Description of the task:
Go through the material line by line and copy each one with the word "refuses".

- - - - -

/** A session of the rider from a made ride of its own day; with a setup when asked. */
async function makeSession(ride: MadeRide = {}, setupId: string | null = null, fileName = "ride.gpx") {
  seed += 1;
  const gpx = madeGpx({ seed, startMs: RIDE_START_MS + seed * 86_400_000, ...ride });
  const { uploadId } = await receiveUpload(rider(), {
    fileName,
    body: new Blob([gpx]).stream(),
    declaredBytes: null,
  });
  const verdict = at(await importUpload(rider(), { uploadId, setupId }), 0);
  if (verdict.kind !== "read") throw new Error(`made ride was ${verdict.kind}`);
  return { id: verdict.sessionId, gpx };
}

const rowOf = async (id: string) => at(await db.read.select().from(session).where(eq(session.id, id)), 0);
const trackRowOf = async (id: string) =>
  at(await db.read.select().from(track).where(eq(track.sessionId, id)), 0);

async function makeSetup(): Promise<string> {
  const id = newId();
  await db.write((tx) =>
    tx.insert(setup).values({ id, ownerId: riderId, name: "Test setup", createdAtMs: TEST_NOW_MS }),
  );
  return id;
}

describe("every verb on a session", () => {
  test("is not there for strangers, and asks the signed-out to sign in", async () => {
    const { id } = await makeSession({ rideS: 120 });
    const verbs: ((ctx: Context) => Promise<unknown>)[] = [
      (ctx) => getSession(ctx, id),
      (ctx) => getTrackPayload(ctx, id),
      (ctx) => getRawFile(ctx, id),
      (ctx) => trimSession(ctx, id, null),
      (ctx) => updateSession(ctx, id, { title: "Mine now" }),
      (ctx) => deleteSession(ctx, id),
      (ctx) => restoreSession(ctx, id),
      (ctx) => recordPlace(ctx, { sessionId: id, end: "start", name: "Theirs" }),
    ];
    for (const verb of verbs) {
      await expect(verb(stranger())).rejects.toMatchObject({ code: "not_found" });
      await expect(verb(nobody())).rejects.toMatchObject({ code: "unauthenticated" });
    }
    await expect(listPlaces(nobody())).rejects.toMatchObject({ code: "unauthenticated" });
    expect(await listPlaces(stranger())).toEqual([]);
    expect(await rowOf(id)).toMatchObject({ deletedAtMs: null, titleIsOwn: false });
  });
});

describe("updating a session", () => {
  test("writes what the rider says in SI units, leaves the rest, and keeps an audit row", async () => {
    const { id } = await makeSession({ rideS: 120 });
    await updateSession(rider(), id, {
      spot: "  Løkken  ",
      windFromDeg: 360,
      windSpeedMps: 8.75,
      wavePeriodS: 6,
      waveHeightM: 1.2,
      water: "sea",
      notes: "Lumpy.",
    });
    expect(await rowOf(id)).toMatchObject({
      spot: "Løkken",
      windFromDeg: 0,
      windSpeedMps: 8.75,
      wavePeriodS: 6,
      waveHeightM: 1.2,
      water: "sea",
      notes: "Lumpy.",
      titleIsOwn: false,
    });
    await updateSession(rider(), id, { windSpeedMps: null });
    expect(await rowOf(id)).toMatchObject({ windSpeedMps: null, waveHeightM: 1.2 });
    const rows = await db.read.select().from(auditLog).where(eq(auditLog.subjectId, id));
    expect(rows.filter(({ action }) => action === "session.update")).toHaveLength(2);
  });

  test("takes an own title and gives it back to the place names when it is emptied", async () => {
    const { id } = await makeSession({ rideS: 120 });
    const { title } = await rowOf(id);
    await updateSession(rider(), id, { title: "The big one" });
    expect(await rowOf(id)).toMatchObject({ title: "The big one", titleIsOwn: true });
    await updateSession(rider(), id, { title: "" });
    expect(await rowOf(id)).toMatchObject({ title, titleIsOwn: false });
  });

  test("works the figures out again for another discipline, under the same rows", async () => {
    const setupId = await makeSetup();
    const { id } = await makeSession({ rideS: 400 }, setupId);
    await updateSession(rider(), id, { discipline: "wing" });
    expect(await rowOf(id)).toMatchObject({ discipline: "wing" });
    expect((await rowOf(id)).title).toMatch(/^Wing session heading ENE from /);
    const figures = await db.read.select().from(sessionFigures).where(eq(sessionFigures.sessionId, id));
    expect(figures.map((one) => [one.discipline, one.setupId])).toEqual([
      ["wing", setupId],
      ["wing", setupId],
    ]);
  });

  test.each([
    [{ windFromDeg: 400 }, "windFromDeg"],
    [{ windSpeedMps: -1 }, "windSpeedMps"],
    [{ waveHeightM: 100 }, "waveHeightM"],
    [{ discipline: "kite" }, "discipline"],
    [{ title: "x".repeat(121) }, "title"],
    [{ ownerId: "me" }, "form"],
  ])("refuses %j by its field and changes nothing", async (input, field) => {
    const { id } = await makeSession({ rideS: 60 });
    const before = await rowOf(id);
    const error = await updateSession(rider(), id, input).catch((caught: unknown) => caught);
    expect(error).toMatchObject({ code: "validation", fields: { [field]: expect.any(String) as string } });
    expect(await rowOf(id)).toEqual(before);
  });
});

describe("trimming a session", () => {
  test("works everything out between the new ends, cuts gear spans, and can be taken back", async () => {
    const setupId = await makeSetup();
    const { id } = await makeSession({ rideS: 900 }, setupId);
    const before = await rowOf(id);
    const { firstFixMs } = await trackRowOf(id);
    // Of a steady flight at a mean of 7.5 m/s, 400 s are 3,000 m; surges and noise stay within 2 %.
    const trim = { startMs: firstFixMs + 300_000, endMs: firstFixMs + 700_000 };
    await trimSession(rider(), id, trim);
    const after = await getSession(rider(), id);
    expect(after).toMatchObject({ ...trim, trimStartMs: trim.startMs, trimEndMs: trim.endMs });
    expect(Math.abs(after.figures.waterDistanceM - 3000)).toBeLessThan(60);
    expect(await db.read.select().from(gearSpan).where(eq(gearSpan.sessionId, id))).toMatchObject([trim]);
    const rows = await db.read.select().from(sessionFigures).where(eq(sessionFigures.sessionId, id));
    expect(rows).toHaveLength(2);
    for (const row of rows) expect(row.startMs).toBe(trim.startMs);
    await trimSession(rider(), id, null);
    const { startMs, endMs, trimStartMs } = await rowOf(id);
    expect({ startMs, endMs, trimStartMs }).toEqual({
      startMs: before.startMs,
      endMs: before.endMs,
      trimStartMs: null,
    });
    expect(await db.read.select().from(gearSpan).where(eq(gearSpan.sessionId, id))).toMatchObject([
      { startMs: before.startMs, endMs: before.endMs },
    ]);
  });

  test.each([
    [
      "ends outside the recording",
      (first: number) => ({ startMs: first - 5000, endMs: first + 60_000 }),
      "startMs",
    ],
    ["an end before its start", (first: number) => ({ startMs: first + 60_000, endMs: first }), "endMs"],
  ])("refuses %s", async (_, ends, field) => {
    const { id } = await makeSession({ rideS: 120 });
    const { firstFixMs } = await trackRowOf(id);
    await expect(trimSession(rider(), id, ends(firstFixMs))).rejects.toMatchObject({
      code: "validation",
      fields: { [field]: expect.any(String) as string },
    });
  });

  test("does not write over what another window changed meanwhile", async () => {
    const { id } = await makeSession({ rideS: 200 });
    const { firstFixMs } = await trackRowOf(id);
    const ends = (fromS: number) => ({ startMs: firstFixMs + fromS * 1000, endMs: firstFixMs + 300_000 });
    const results = await Promise.allSettled([
      trimSession(rider(), id, ends(130)),
      trimSession(rider(), id, ends(140)),
    ]);
    expect(results.map(({ status }) => status).sort()).toEqual(["fulfilled", "rejected"]);
    expect(results.find(({ status }) => status === "rejected")).toMatchObject({
      reason: { code: "conflict" },
    });
  });
});

describe("deleting a session", () => {
  test("takes it out of reach and brings it back as it was", async () => {
    const { id } = await makeSession({ rideS: 120 });
    const before = await rowOf(id);
    await deleteSession(rider(), id);
    await expect(getTrackPayload(rider(), id)).rejects.toMatchObject({ code: "not_found" });
    await expect(getRawFile(rider(), id)).rejects.toMatchObject({ code: "not_found" });
    await expect(updateSession(rider(), id, { title: "x" })).rejects.toMatchObject({ code: "not_found" });
    await expect(deleteSession(rider(), id)).rejects.toMatchObject({ code: "not_found" });
    expect(await getSession(rider(), id)).toMatchObject({ deletedAtMs: TEST_NOW_MS });
    await restoreSession(rider(), id);
    await restoreSession(rider(), id);
    expect(await rowOf(id)).toEqual(before);
  });
});

describe("naming places", () => {
  test("retitles every session that begins or ends there, but not those with an own title", async () => {
    const here = { latDeg: 10.5, lonDeg: -60.5, rideS: 900 };
    const first = await makeSession(here);
    const second = await makeSession(here);
    const own = await makeSession(here);
    await updateSession(rider(), own.id, { title: "My words" });
    await recordPlace(rider(), { sessionId: first.id, end: "start", name: "North Beach" });
    await recordPlace(rider(), { sessionId: first.id, end: "end", name: "Long Sand" });
    expect((await rowOf(first.id)).title).toBe("North Beach to Long Sand");
    expect((await rowOf(second.id)).title).toBe("North Beach to Long Sand");
    expect((await rowOf(own.id)).title).toBe("My words");
    // The same end named again is the same place under a new name.
    await recordPlace(rider(), { sessionId: second.id, end: "end", name: "Longsand" });
    expect((await rowOf(first.id)).title).toBe("North Beach to Longsand");
    expect((await listPlaces(rider())).map(({ name }) => name)).toEqual(["Longsand", "North Beach"]);
    const third = await makeSession(here);
    expect((await rowOf(third.id)).title).toBe("North Beach to Longsand");
  });

  test("refuses a place without a name", async () => {
    const { id } = await makeSession({ rideS: 60 });
    await expect(recordPlace(rider(), { sessionId: id, end: "start", name: " " })).rejects.toMatchObject({
      code: "validation",
      fields: { name: "Enter a name for the place." },
    });
  });
});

- - - - -

Task solution:
  ])("refuses %j by its field and changes nothing", async (input, field) => {
  ])("refuses %s", async (_, ends, field) => {
  test("refuses a place without a name", async () => {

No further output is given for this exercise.